**** PROVIDED ENTRIES
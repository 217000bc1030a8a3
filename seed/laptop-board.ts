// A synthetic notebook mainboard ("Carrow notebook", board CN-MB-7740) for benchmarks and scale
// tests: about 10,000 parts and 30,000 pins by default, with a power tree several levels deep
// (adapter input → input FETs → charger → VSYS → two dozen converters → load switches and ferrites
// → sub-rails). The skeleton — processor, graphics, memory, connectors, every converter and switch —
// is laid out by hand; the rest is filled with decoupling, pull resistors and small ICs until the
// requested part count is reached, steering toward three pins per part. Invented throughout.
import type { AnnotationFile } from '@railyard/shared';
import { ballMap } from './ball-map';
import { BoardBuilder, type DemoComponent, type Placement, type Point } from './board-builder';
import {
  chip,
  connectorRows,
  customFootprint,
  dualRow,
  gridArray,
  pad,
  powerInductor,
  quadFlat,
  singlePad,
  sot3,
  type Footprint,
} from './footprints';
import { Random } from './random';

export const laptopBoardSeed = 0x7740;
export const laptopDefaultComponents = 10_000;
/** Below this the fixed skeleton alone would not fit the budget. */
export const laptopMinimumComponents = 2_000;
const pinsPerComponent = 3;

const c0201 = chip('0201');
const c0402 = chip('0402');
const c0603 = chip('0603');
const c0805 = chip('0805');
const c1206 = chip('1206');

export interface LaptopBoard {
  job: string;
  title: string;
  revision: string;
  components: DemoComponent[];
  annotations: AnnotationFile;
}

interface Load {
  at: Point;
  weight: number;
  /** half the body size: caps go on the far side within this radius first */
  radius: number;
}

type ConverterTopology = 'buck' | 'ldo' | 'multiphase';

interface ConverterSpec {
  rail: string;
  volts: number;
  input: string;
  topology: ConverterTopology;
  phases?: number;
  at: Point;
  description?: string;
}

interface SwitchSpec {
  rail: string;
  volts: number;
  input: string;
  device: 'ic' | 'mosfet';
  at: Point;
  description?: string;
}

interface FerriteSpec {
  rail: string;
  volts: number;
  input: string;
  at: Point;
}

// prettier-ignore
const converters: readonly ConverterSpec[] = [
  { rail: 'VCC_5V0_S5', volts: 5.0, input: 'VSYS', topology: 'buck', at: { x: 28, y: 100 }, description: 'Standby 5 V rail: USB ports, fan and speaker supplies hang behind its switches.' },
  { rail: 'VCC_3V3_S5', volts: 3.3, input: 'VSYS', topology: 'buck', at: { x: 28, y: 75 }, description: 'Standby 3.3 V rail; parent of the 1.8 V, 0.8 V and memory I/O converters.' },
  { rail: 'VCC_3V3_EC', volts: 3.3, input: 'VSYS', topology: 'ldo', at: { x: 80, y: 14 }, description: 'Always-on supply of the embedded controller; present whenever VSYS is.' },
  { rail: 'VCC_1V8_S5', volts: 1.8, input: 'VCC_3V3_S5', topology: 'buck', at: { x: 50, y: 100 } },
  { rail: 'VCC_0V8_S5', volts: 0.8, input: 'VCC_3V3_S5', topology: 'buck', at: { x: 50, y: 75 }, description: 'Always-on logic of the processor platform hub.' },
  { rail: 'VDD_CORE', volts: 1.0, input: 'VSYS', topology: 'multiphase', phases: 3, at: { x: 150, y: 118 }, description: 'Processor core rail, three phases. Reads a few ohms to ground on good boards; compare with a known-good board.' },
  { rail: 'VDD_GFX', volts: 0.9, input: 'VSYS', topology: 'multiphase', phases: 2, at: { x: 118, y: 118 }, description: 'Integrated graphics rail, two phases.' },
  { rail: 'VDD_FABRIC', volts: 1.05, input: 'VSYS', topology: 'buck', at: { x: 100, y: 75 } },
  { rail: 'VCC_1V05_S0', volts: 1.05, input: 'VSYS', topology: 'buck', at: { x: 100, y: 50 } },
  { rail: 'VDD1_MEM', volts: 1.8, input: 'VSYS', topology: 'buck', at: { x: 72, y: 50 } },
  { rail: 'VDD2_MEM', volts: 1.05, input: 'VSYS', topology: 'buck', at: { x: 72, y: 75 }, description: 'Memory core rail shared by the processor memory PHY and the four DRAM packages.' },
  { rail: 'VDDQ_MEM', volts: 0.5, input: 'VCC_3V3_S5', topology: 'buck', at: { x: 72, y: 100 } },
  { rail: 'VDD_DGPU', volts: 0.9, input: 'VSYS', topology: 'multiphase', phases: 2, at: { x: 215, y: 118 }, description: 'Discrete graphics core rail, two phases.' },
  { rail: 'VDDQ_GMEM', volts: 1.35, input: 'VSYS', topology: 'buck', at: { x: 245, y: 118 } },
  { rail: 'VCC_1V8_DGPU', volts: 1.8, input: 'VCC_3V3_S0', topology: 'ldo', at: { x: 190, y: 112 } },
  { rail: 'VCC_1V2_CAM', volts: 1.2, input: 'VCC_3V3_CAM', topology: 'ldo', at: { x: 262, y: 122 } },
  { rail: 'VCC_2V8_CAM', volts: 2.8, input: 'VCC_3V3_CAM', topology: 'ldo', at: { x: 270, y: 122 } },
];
********
PROBLEM STATEMENT. Every record listed above should be reproduced exactly.

RESPONSE AREA.
repository 217000bc1030a8a3
filename seed/laptop-board.ts
// A synthetic notebook mainboard ("Carrow notebook", board CN-MB-7740) for benchmarks and scale
// tests: about 10,000 parts and 30,000 pins by default, with a power tree several levels deep
// (adapter input → input FETs → charger → VSYS → two dozen converters → load switches and ferrites
// → sub-rails). The skeleton — processor, graphics, memory, connectors, every converter and switch —
// is laid out by hand; the rest is filled with decoupling, pull resistors and small ICs until the
// requested part count is reached, steering toward three pins per part. Invented throughout.
import type { AnnotationFile } from '@railyard/shared';
import { ballMap } from './ball-map';
import { BoardBuilder, type DemoComponent, type Placement, type Point } from './board-builder';
import {
  chip,
  connectorRows,
  customFootprint,
  dualRow,
  gridArray,
  pad,
  powerInductor,
  quadFlat,
  singlePad,
  sot3,
  type Footprint,
} from './footprints';
import { Random } from './random';

export const laptopBoardSeed = 0x7740;
export const laptopDefaultComponents = 10_000;
/** Below this the fixed skeleton alone would not fit the budget. */
export const laptopMinimumComponents = 2_000;
const pinsPerComponent = 3;

const c0201 = chip('0201');
const c0402 = chip('0402');
const c0603 = chip('0603');
const c0805 = chip('0805');
const c1206 = chip('1206');

export interface LaptopBoard {
  job: string;
  title: string;
  revision: string;
  components: DemoComponent[];
  annotations: AnnotationFile;
}

interface Load {
  at: Point;
  weight: number;
  /** half the body size: caps go on the far side within this radius first */
  radius: number;
}

type ConverterTopology = 'buck' | 'ldo' | 'multiphase';

interface ConverterSpec {
  rail: string;
  volts: number;
  input: string;
  topology: ConverterTopology;
  phases?: number;
  at: Point;
  description?: string;
}

interface SwitchSpec {
  rail: string;
  volts: number;
  input: string;
  device: 'ic' | 'mosfet';
  at: Point;
  description?: string;
}

interface FerriteSpec {
  rail: string;
  volts: number;
  input: string;
  at: Point;
}

// prettier-ignore
const converters: readonly ConverterSpec[] = [
  { rail: 'VCC_5V0_S5', volts: 5.0, input: 'VSYS', topology: 'buck', at: { x: 28, y: 100 }, description: 'Standby 5 V rail: USB ports, fan and speaker supplies hang behind its switches.' },
  { rail: 'VCC_3V3_S5', volts: 3.3, input: 'VSYS', topology: 'buck', at: { x: 28, y: 75 }, description: 'Standby 3.3 V rail; parent of the 1.8 V, 0.8 V and memory I/O converters.' },
  { rail: 'VCC_3V3_EC', volts: 3.3, input: 'VSYS', topology: 'ldo', at: { x: 80, y: 14 }, description: 'Always-on supply of the embedded controller; present whenever VSYS is.' },
  { rail: 'VCC_1V8_S5', volts: 1.8, input: 'VCC_3V3_S5', topology: 'buck', at: { x: 50, y: 100 } },
  { rail: 'VCC_0V8_S5', volts: 0.8, input: 'VCC_3V3_S5', topology: 'buck', at: { x: 50, y: 75 }, description: 'Always-on logic of the processor platform hub.' },
  { rail: 'VDD_CORE', volts: 1.0, input: 'VSYS', topology: 'multiphase', phases: 3, at: { x: 150, y: 118 }, description: 'Processor core rail, three phases. Reads a few ohms to ground on good boards; compare with a known-good board.' },
  { rail: 'VDD_GFX', volts: 0.9, input: 'VSYS', topology: 'multiphase', phases: 2, at: { x: 118, y: 118 }, description: 'Integrated graphics rail, two phases.' },
  { rail: 'VDD_FABRIC', volts: 1.05, input: 'VSYS', topology: 'buck', at: { x: 100, y: 75 } },
  { rail: 'VCC_1V05_S0', volts: 1.05, input: 'VSYS', topology: 'buck', at: { x: 100, y: 50 } },
  { rail: 'VDD1_MEM', volts: 1.8, input: 'VSYS', topology: 'buck', at: { x: 72, y: 50 } },
  { rail: 'VDD2_MEM', volts: 1.05, input: 'VSYS', topology: 'buck', at: { x: 72, y: 75 }, description: 'Memory core rail shared by the processor memory PHY and the four DRAM packages.' },
  { rail: 'VDDQ_MEM', volts: 0.5, input: 'VCC_3V3_S5', topology: 'buck', at: { x: 72, y: 100 } },
  { rail: 'VDD_DGPU', volts: 0.9, input: 'VSYS', topology: 'multiphase', phases: 2, at: { x: 215, y: 118 }, description: 'Discrete graphics core rail, two phases.' },
  { rail: 'VDDQ_GMEM', volts: 1.35, input: 'VSYS', topology: 'buck', at: { x: 245, y: 118 } },
  { rail: 'VCC_1V8_DGPU', volts: 1.8, input: 'VCC_3V3_S0', topology: 'ldo', at: { x: 190, y: 112 } },
  { rail: 'VCC_1V2_CAM', volts: 1.2, input: 'VCC_3V3_CAM', topology: 'ldo', at: { x: 262, y: 122 } },
  { rail: 'VCC_2V8_CAM', volts: 2.8, input: 'VCC_3V3_CAM', topology: 'ldo', at: { x: 270, y: 122 } },
];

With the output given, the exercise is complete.